- **Work item**:
Your answer should be the lines below from the one with "x[i] = dsp.ComplexNormal(rnd)" to the one with "func evaluate(file string, reps", both included, given again exactly and with nothing added.

════════════════════

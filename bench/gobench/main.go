// Command gobench is the Go side of bench/run: it writes the shared inputs,
// times dsp.Correlator and scenarios.Evaluate inside the process, and
// writes the results that bench/ref.py cross-checks.
//
//	gobench gen -dir D -seed S -n N -m M          write D/x_N.cf64 and D/h_M.cf64
//	gobench compress -x F -h F -reps R [-workers W] [-cold] [-out F]
//	gobench evaluate -scene F -reps R [-out DIR]
//	gobench trials -scene F -n N -reps R [-workers W]
//
// Files are raw little-endian complex128 (cf64: re, im float64 pairs) or
// float64. Each timing command prints one JSON line: the per-repetition
// times in ms (after one untimed warm-up), the plan time and the peak RSS.
package main

import (
	"context"
	"encoding/binary"
	"encoding/json"
	"flag"
	"fmt"
	"math"
	"math/rand/v2"
	"os"
	"path/filepath"
	"runtime"
	"syscall"
	"time"

	"github.com/pulsewright/pulsewright/dsp"
	"github.com/pulsewright/pulsewright/scenarios"
)

func main() {
	if len(os.Args) < 2 {
		fail(fmt.Errorf("usage: gobench gen|compress|evaluate [flags]"))
	}
	fs := flag.NewFlagSet(os.Args[1], flag.ExitOnError)
	var err error
	switch os.Args[1] {
	case "gen":
		dir := fs.String("dir", "", "output directory")
		seed := fs.Uint64("seed", 1, "generator seed")
		n := fs.Int("n", 65536, "window samples")
		m := fs.Int("m", 5000, "reference samples")
		fs.Parse(os.Args[2:])
		err = gen(*dir, *seed, *n, *m)
	case "compress":
		x := fs.String("x", "", "window file (cf64)")
		h := fs.String("h", "", "reference file (cf64)")
		reps := fs.Int("reps", 5, "timed repetitions")
		workers := fs.Int("workers", runtime.GOMAXPROCS(0), "goroutines for the overlap-save blocks")
		cold := fs.Bool("cold", false, "build the plan inside every timed repetition")
		out := fs.String("out", "", "write the compressed window here (cf64)")
		fs.Parse(os.Args[2:])
		err = compress(*x, *h, *reps, *workers, *cold, *out)
	case "evaluate":
		scene := fs.String("scene", "", "scenario file")
		reps := fs.Int("reps", 5, "timed repetitions")
		out := fs.String("out", "", "write series and targets into this directory")
		fs.Parse(os.Args[2:])
		err = evaluate(*scene, *reps, *out)
	case "trials":
		scene := fs.String("scene", "", "scenario file")
		n := fs.Int("n", 1000, "trials per repetition")
		reps := fs.Int("reps", 5, "timed repetitions")
		workers := fs.Int("workers", runtime.GOMAXPROCS(0), "trials run at once")
		fs.Parse(os.Args[2:])
		err = trials(*scene, *n, *reps, *workers)
	default:
		err = fmt.Errorf("unknown command %q", os.Args[1])
	}
	if err != nil {
		fail(err)
	}
}

func fail(err error) {
	fmt.Fprintln(os.Stderr, "gobench:", err)
	os.Exit(1)
}

// gen writes x (n samples) and h (m samples) of independent complex
// Gaussian samples, unit power, from one PCG stream.
func gen(dir string, seed uint64, n, m int) error {
	rnd := rand.New(rand.NewPCG(seed, 0x9e3779b97f4a7c15))
	x := make([]complex128, n)
	for i := range x {
		x[i] = dsp.ComplexNormal(rnd)
	}
	h := make([]complex128, m)
	for i := range h {
		h[i] = dsp.ComplexNormal(rnd)
	}
	if err := writeCf64(filepath.Join(dir, fmt.Sprintf("x_%d.cf64", n)), x); err != nil {
		return err
	}
	return writeCf64(filepath.Join(dir, fmt.Sprintf("h_%d.cf64", m)), h)
}

type timing struct {
	TimesMS   []float64 `json:"times_ms"`
	CPUMS     []float64 `json:"cpu_ms"` // process CPU time (user+system, all threads) per repetition
	PlanMS    float64   `json:"plan_ms,omitempty"`
	MaxRSSKiB int64     `json:"maxrss_kib"`
	Info      string    `json:"info,omitempty"`
	Counts    any       `json:"counts,omitempty"` // trials: the counts of all repetitions
}

func compress(xf, hf string, reps, workers int, cold bool, out string) error {
	x, err := readCf64(xf)
	if err != nil {
		return err
	}
	h, err := readCf64(hf)
	if err != nil {
		return err
	}
	dst := make([]complex128, len(x))
	t0 := time.Now()
	p := dsp.NewCorrelatorWorkers(h, len(x), workers)
	var tm timing
	tm.PlanMS = ms(time.Since(t0))
	p.Apply(dst, x) // warm-up
	if out != "" {
		if err := writeCf64(out, dst); err != nil {
			return err
		}
	}
	for range reps {
		t, c := time.Now(), cpuTime()
		if cold {
			p = dsp.NewCorrelatorWorkers(h, len(x), workers)
		}
		p.Apply(dst, x)
		tm.TimesMS = append(tm.TimesMS, ms(time.Since(t)))
		tm.CPUMS = append(tm.CPUMS, ms(cpuTime()-c))
	}
	tm.Info = fmt.Sprintf("workers=%d", workers)
	return report(tm)
}

func evaluate(file string, reps int, out string) error {
	data, err := os.ReadFile(file)
	if err != nil {
		return err
	}
	s, err := scenarios.Decode(data)
	if err != nil {
		return err
	}
	ctx := context.Background()
	res, err := scenarios.Evaluate(ctx, s) // warm-up, and the checked result
	if err != nil {
		return err
	}
	if out != "" {
		if err := writeResult(out, res); err != nil {
			return err
		}
	}
	var tm timing
	for range reps {
		t, c := time.Now(), cpuTime()
		if _, err := scenarios.Evaluate(ctx, s); err != nil {
			return err
		}
		tm.TimesMS = append(tm.TimesMS, ms(time.Since(t)))
		tm.CPUMS = append(tm.CPUMS, ms(cpuTime()-c))
	}
	tm.Info = fmt.Sprintf("samples=%d targets=%d", len(res.Series.ProfileDB), len(res.Report.Targets))
	return report(tm)
}

// trials times Monte Carlo runs of n trials of the scenario
// (scenarios.Trials.Run, as "pulsewright trials" does) on workers
// goroutines: the scene prepared once (NewTrials, untimed, as the
// reference precomputes its noise-free echoes), each timed repetition a
// new run of the next n trials (a run sets up its workers' plans). It
// adds the trials per second of the median repetition and the counts of
// all repetitions (detections per target, false alarms over noise
// cells) for ref.py's cross-check.
func trials(file string, n, reps, workers int) error {
	data, err := os.ReadFile(file)
	if err != nil {
		return err
	}
	s, err := scenarios.Decode(data)
	if err != nil {
		return err
	}
	ctx := context.Background()
	tr, err := scenarios.NewTrials(ctx, s)
	if err != nil {
		return err
	}
	if _, err := tr.Run(ctx, 0, n, workers, nil); err != nil { // warm-up
		return err
	}
	var tm timing
	total := scenarios.TrialCounts{First: n, Detections: make([]int64, len(s.Targets))}
	for r := range reps {
		t, c := time.Now(), cpuTime()
		got, err := tr.Run(ctx, (r+1)*n, n, workers, nil)
		if err != nil {
			return err
		}
		tm.TimesMS = append(tm.TimesMS, ms(time.Since(t)))
		tm.CPUMS = append(tm.CPUMS, ms(cpuTime()-c))
		if err := total.Add(got); err != nil {
			return err
		}
	}
	ids := make([]string, len(s.Targets))
	for j, t := range s.Targets {
		ids[j] = t.ID
	}
	tm.Counts = map[string]any{"ids": ids, "trials": total.Trials, "detections": total.Detections,
		"false_alarms": total.FalseAlarms, "noise_cells": total.NoiseCells}
	tm.Info = fmt.Sprintf("workers=%d trials_per_rep=%d", workers, n)
	return report(tm)
}

// writeResult writes what ref.py evaluate cross-checks: the raw record
// the compression used (go_echo.cf64: the n gates' samples and the m−1
// recorded past the window's end, docs/detection.md §1; Series.Echo is
// the first n of them, the rest sit in its backing array), the plot
// series and the report's targets (every field, as the report has them).
func writeResult(dir string, res *scenarios.Result) error {
	se := res.Series
	if err := writeCf64(filepath.Join(dir, "go_echo.cf64"), se.Echo[:cap(se.Echo)]); err != nil {
		return err
	}
	for name, v := range map[string][]float64{"go_profile_db": se.ProfileDB, "go_clean_db": se.CleanDB, "go_threshold_db": se.ThresholdDB} {
		if err := writeF64(filepath.Join(dir, name+".f64"), v); err != nil {
			return err
		}
	}
	b, err := json.MarshalIndent(res.Report.Targets, "", " ")
	if err != nil {
		return err
	}
	return os.WriteFile(filepath.Join(dir, "go_targets.json"), b, 0o644)
}

func report(tm timing) error {
	var ru syscall.Rusage
	if err := syscall.Getrusage(syscall.RUSAGE_SELF, &ru); err != nil {
		return err
	}
	tm.MaxRSSKiB = ru.Maxrss // KiB on Linux
	b, err := json.Marshal(tm)
	if err != nil {
		return err
	}
	fmt.Println(string(b))
	return nil
}

// cpuTime returns the process's user plus system CPU time.
func cpuTime() time.Duration {
	var ru syscall.Rusage
	syscall.Getrusage(syscall.RUSAGE_SELF, &ru)
	return time.Duration(ru.Utime.Nano() + ru.Stime.Nano())
}

func ms(d time.Duration) float64 { return float64(d.Nanoseconds()) / 1e6 }

func writeCf64(name string, v []complex128) error {
	b := make([]byte, 16*len(v))
	for i, c := range v {
		binary.LittleEndian.PutUint64(b[16*i:], math.Float64bits(real(c)))
		binary.LittleEndian.PutUint64(b[16*i+8:], math.Float64bits(imag(c)))
	}
	return os.WriteFile(name, b, 0o644)
}

func writeF64(name string, v []float64) error {
	b := make([]byte, 8*len(v))
	for i, f := range v {
		binary.LittleEndian.PutUint64(b[8*i:], math.Float64bits(f))
	}
	return os.WriteFile(name, b, 0o644)
}

func readCf64(name string) ([]complex128, error) {
	b, err := os.ReadFile(name)
	if err != nil {
		return nil, err
	}
	if len(b)%16 != 0 {
		return nil, fmt.Errorf("%s: %d bytes is not a whole number of cf64 samples", name, len(b))
	}
	v := make([]complex128, len(b)/16)
	for i := range v {
		v[i] = complex(math.Float64frombits(binary.LittleEndian.Uint64(b[16*i:])),
			math.Float64frombits(binary.LittleEndian.Uint64(b[16*i+8:])))
	}
	return v, nil
}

════════════════════

- **Problem solution**:
		x[i] = dsp.ComplexNormal(rnd)
	}
	h := make([]complex128, m)
	for i := range h {
		h[i] = dsp.ComplexNormal(rnd)
	}
	if err := writeCf64(filepath.Join(dir, fmt.Sprintf("x_%d.cf64", n)), x); err != nil {
		return err
	}
	return writeCf64(filepath.Join(dir, fmt.Sprintf("h_%d.cf64", m)), h)
}

type timing struct {
	TimesMS   []float64 `json:"times_ms"`
	CPUMS     []float64 `json:"cpu_ms"` // process CPU time (user+system, all threads) per repetition
	PlanMS    float64   `json:"plan_ms,omitempty"`
	MaxRSSKiB int64     `json:"maxrss_kib"`
	Info      string    `json:"info,omitempty"`
	Counts    any       `json:"counts,omitempty"` // trials: the counts of all repetitions
}

func compress(xf, hf string, reps, workers int, cold bool, out string) error {
	x, err := readCf64(xf)
	if err != nil {
		return err
	}
	h, err := readCf64(hf)
	if err != nil {
		return err
	}
	dst := make([]complex128, len(x))
	t0 := time.Now()
	p := dsp.NewCorrelatorWorkers(h, len(x), workers)
	var tm timing
	tm.PlanMS = ms(time.Since(t0))
	p.Apply(dst, x) // warm-up
	if out != "" {
		if err := writeCf64(out, dst); err != nil {
			return err
		}
	}
	for range reps {
		t, c := time.Now(), cpuTime()
		if cold {
			p = dsp.NewCorrelatorWorkers(h, len(x), workers)
		}
		p.Apply(dst, x)
		tm.TimesMS = append(tm.TimesMS, ms(time.Since(t)))
		tm.CPUMS = append(tm.CPUMS, ms(cpuTime()-c))
	}
	tm.Info = fmt.Sprintf("workers=%d", workers)
	return report(tm)
}

func evaluate(file string, reps int, out string) error {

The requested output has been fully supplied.